#### EXERCISE GOAL:
Your response should give back each record exactly, word for word.

Records from a data collection:
◆ ◆ ◆ ◆

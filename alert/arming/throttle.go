package arming

import (
	"context"
	"sync"
	"time"
)

// Default spacing of a refused client's attempts: after n refusals in a
// row the next attempt waits 200 ms · 2^(n−1), at most 10 s. The figures
// are common practice for slowing password guessing without locking out
// an owner who mistyped.
const (
	DefaultRefusalBase = 200 * time.Millisecond
	DefaultRefusalMax  = 10 * time.Second
)

// throttleForget is how long after its last refusal a client starts
// afresh; maxPeers bounds the clients remembered.
const (
	throttleForget = 15 * time.Minute
	maxPeers       = 4096
)

// Throttle slows a client whose attempts keep being refused. After n
// refusals in a row its next attempt is judged only Base·2^(n−1) later
// (at most Max), and attempts sent meanwhile queue behind one another,
// each a further delay apart, so that sending many at once gains nothing;
// one that would queue longer than Max is refused unjudged. An accepted
// attempt forgets the client's refusals. Other clients are not slowed.
// Safe for concurrent use.
type Throttle struct {
	base, max time.Duration
	now       func() time.Time
	mu        sync.Mutex
	peers     map[string]*peer
}

type peer struct {
	fails int
	next  time.Time // earliest instant the next attempt may be judged
	last  time.Time // latest refusal
}

// NewThrottle returns a Throttle; zero durations take the defaults and a
// nil now is time.Now.
func NewThrottle(base, max time.Duration, now func() time.Time) *Throttle {
	if base <= 0 {
		base = DefaultRefusalBase
	}
	if max < base {
		max = DefaultRefusalMax
	}
	if now == nil {
		now = time.Now
	}
	return &Throttle{base: base, max: max, now: now, peers: map[string]*peer{}}
}

// delay is the spacing after n refusals in a row.
func (t *Throttle) delay(n int) time.Duration {
	if n <= 0 {
		return 0
	}
	if n > 30 {
		return t.max
	}
	d := t.base << (n - 1)
	if d > t.max || d <= 0 {
		return t.max
	}
	return d
}

// Wait blocks until key's attempt may be judged and returns how long it
// waited. ok is false when the attempt is to be refused without judging
// it: the queue ahead is longer than Max, or ctx ended while waiting.
func (t *Throttle) Wait(ctx context.Context, key string) (waited time.Duration, ok bool) {
	t.mu.Lock()
	now := t.now()
	p := t.peers[key]
	if p != nil && now.Sub(p.last) > throttleForget {
		delete(t.peers, key)
		p = nil
	}
	if p == nil {
		t.mu.Unlock()
		return 0, true
	}
	slot := p.next
	if slot.Before(now) {
		slot = now
	}
	d := slot.Sub(now)
	if d > t.max {
		t.mu.Unlock()
		return 0, false
	}
	p.next = slot.Add(t.delay(p.fails))
	t.mu.Unlock()
	if d <= 0 {
		return 0, true
	}
	tm := time.NewTimer(d)
	defer tm.Stop()
	select {
	case <-ctx.Done():
		return d, false
	case <-tm.C:
		return d, true
	}
}

// Pending reports whether key's next attempt would have to wait.
func (t *Throttle) Pending(key string) bool {
	t.mu.Lock()
	defer t.mu.Unlock()
	p := t.peers[key]
	return p != nil && p.next.After(t.now())
}

// Refused records a refused attempt of key.
func (t *Throttle) Refused(key string) {
	t.mu.Lock()
	defer t.mu.Unlock()
	now := t.now()
	p := t.peers[key]
	if p == nil {
		t.makeRoom(now)
		p = &peer{}
		t.peers[key] = p
	}
	p.fails++
	p.last = now
	if next := now.Add(t.delay(p.fails)); next.After(p.next) {
		p.next = next
	}
}

// Accepted forgets key's refusals.
func (t *Throttle) Accepted(key string) {
	t.mu.Lock()
	delete(t.peers, key)
	t.mu.Unlock()
}

// makeRoom keeps the table under maxPeers: clients idle past
// throttleForget go first, then the one refused longest ago. The caller
// holds mu.
func (t *Throttle) makeRoom(now time.Time) {
	if len(t.peers) < maxPeers {
		return
	}
	oldest, at := "", now
	for k, p := range t.peers {
		if now.Sub(p.last) > throttleForget {
			delete(t.peers, k)
			continue
		}
		if p.last.Before(at) {
			oldest, at = k, p.last
		}
	}
	if len(t.peers) >= maxPeers {
		delete(t.peers, oldest)
	}
}
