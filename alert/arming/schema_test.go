package arming

import (
	"bytes"
	"testing"

	"github.com/santhosh-tekuri/jsonschema/v6"
	"github.com/stretchr/testify/assert"
	"github.com/stretchr/testify/require"

	"stillwater/alert"
)

// validateMessage checks a message made here against alert's published
// JSON Schema of its kind.
func validateMessage(t *testing.T, kind string, m any) {
	t.Helper()
	raw, err := alert.Schema(kind)
	require.NoError(t, err)
	doc, err := jsonschema.UnmarshalJSON(bytes.NewReader(raw))
	require.NoError(t, err)
	c := jsonschema.NewCompiler()
	c.DefaultDraft(jsonschema.Draft2020)
	c.AssertFormat()
	url := "urn:stillwater:alert:" + kind + ":v1"
	require.NoError(t, c.AddResource(url, doc))
	s, err := c.Compile(url)
	require.NoError(t, err)
	b, err := alert.Encode(m)
	require.NoError(t, err)
	v, err := jsonschema.UnmarshalJSON(bytes.NewReader(b))
	require.NoError(t, err)
	assert.NoError(t, s.Validate(v), "%s", b)
}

◆ ◆ ◆ ◆

#### RESULT OF THE EXERCISE:
filename alert/arming/throttle.go
package arming

import (
	"context"
	"sync"
	"time"
)

// Default spacing of a refused client's attempts: after n refusals in a
// row the next attempt waits 200 ms · 2^(n−1), at most 10 s. The figures
// are common practice for slowing password guessing without locking out
// an owner who mistyped.
const (
	DefaultRefusalBase = 200 * time.Millisecond
	DefaultRefusalMax  = 10 * time.Second
)

// throttleForget is how long after its last refusal a client starts
// afresh; maxPeers bounds the clients remembered.
const (
	throttleForget = 15 * time.Minute
	maxPeers       = 4096
)

// Throttle slows a client whose attempts keep being refused. After n
// refusals in a row its next attempt is judged only Base·2^(n−1) later
// (at most Max), and attempts sent meanwhile queue behind one another,
// each a further delay apart, so that sending many at once gains nothing;
// one that would queue longer than Max is refused unjudged. An accepted
// attempt forgets the client's refusals. Other clients are not slowed.
// Safe for concurrent use.
type Throttle struct {
	base, max time.Duration
	now       func() time.Time
	mu        sync.Mutex
	peers     map[string]*peer
}

type peer struct {
	fails int
	next  time.Time // earliest instant the next attempt may be judged
	last  time.Time // latest refusal
}

// NewThrottle returns a Throttle; zero durations take the defaults and a
// nil now is time.Now.
func NewThrottle(base, max time.Duration, now func() time.Time) *Throttle {
	if base <= 0 {
		base = DefaultRefusalBase
	}
	if max < base {
		max = DefaultRefusalMax
	}
	if now == nil {
		now = time.Now
	}
	return &Throttle{base: base, max: max, now: now, peers: map[string]*peer{}}
}

// delay is the spacing after n refusals in a row.
func (t *Throttle) delay(n int) time.Duration {
	if n <= 0 {
		return 0
	}
	if n > 30 {
		return t.max
	}
	d := t.base << (n - 1)
	if d > t.max || d <= 0 {
		return t.max
	}
	return d
}

// Wait blocks until key's attempt may be judged and returns how long it
// waited. ok is false when the attempt is to be refused without judging
// it: the queue ahead is longer than Max, or ctx ended while waiting.
func (t *Throttle) Wait(ctx context.Context, key string) (waited time.Duration, ok bool) {
	t.mu.Lock()
	now := t.now()
	p := t.peers[key]
	if p != nil && now.Sub(p.last) > throttleForget {
		delete(t.peers, key)
		p = nil
	}
	if p == nil {
		t.mu.Unlock()
		return 0, true
	}
	slot := p.next
	if slot.Before(now) {
		slot = now
	}
	d := slot.Sub(now)
	if d > t.max {
		t.mu.Unlock()
		return 0, false
	}
	p.next = slot.Add(t.delay(p.fails))
	t.mu.Unlock()
	if d <= 0 {
		return 0, true
	}
	tm := time.NewTimer(d)
	defer tm.Stop()
	select {
	case <-ctx.Done():
		return d, false
	case <-tm.C:
		return d, true
	}
}

// Pending reports whether key's next attempt would have to wait.
func (t *Throttle) Pending(key string) bool {
	t.mu.Lock()
	defer t.mu.Unlock()
	p := t.peers[key]
	return p != nil && p.next.After(t.now())
}

// Refused records a refused attempt of key.
func (t *Throttle) Refused(key string) {
	t.mu.Lock()
	defer t.mu.Unlock()
	now := t.now()
	p := t.peers[key]
	if p == nil {
		t.makeRoom(now)
		p = &peer{}
		t.peers[key] = p
	}
	p.fails++
	p.last = now
	if next := now.Add(t.delay(p.fails)); next.After(p.next) {
		p.next = next
	}
}

// Accepted forgets key's refusals.
func (t *Throttle) Accepted(key string) {
	t.mu.Lock()
	delete(t.peers, key)
	t.mu.Unlock()
}

// makeRoom keeps the table under maxPeers: clients idle past
// throttleForget go first, then the one refused longest ago. The caller
// holds mu.
func (t *Throttle) makeRoom(now time.Time) {
	if len(t.peers) < maxPeers {
		return
	}
	oldest, at := "", now
	for k, p := range t.peers {
		if now.Sub(p.last) > throttleForget {
			delete(t.peers, k)
			continue
		}
		if p.last.Before(at) {
			oldest, at = k, p.last
		}
	}
	if len(t.peers) >= maxPeers {
		delete(t.peers, oldest)
	}
}
filename alert/arming/schema_test.go
package arming

import (
	"bytes"
	"testing"

	"github.com/santhosh-tekuri/jsonschema/v6"
	"github.com/stretchr/testify/assert"
	"github.com/stretchr/testify/require"

	"stillwater/alert"
)

// validateMessage checks a message made here against alert's published
// JSON Schema of its kind.
func validateMessage(t *testing.T, kind string, m any) {
	t.Helper()
	raw, err := alert.Schema(kind)
	require.NoError(t, err)
	doc, err := jsonschema.UnmarshalJSON(bytes.NewReader(raw))
	require.NoError(t, err)
	c := jsonschema.NewCompiler()
	c.DefaultDraft(jsonschema.Draft2020)
	c.AssertFormat()
	url := "urn:stillwater:alert:" + kind + ":v1"
	require.NoError(t, c.AddResource(url, doc))
	s, err := c.Compile(url)
	require.NoError(t, err)
	b, err := alert.Encode(m)
	require.NoError(t, err)
	v, err := jsonschema.UnmarshalJSON(bytes.NewReader(b))
	require.NoError(t, err)
	assert.NoError(t, s.Validate(v), "%s", b)
}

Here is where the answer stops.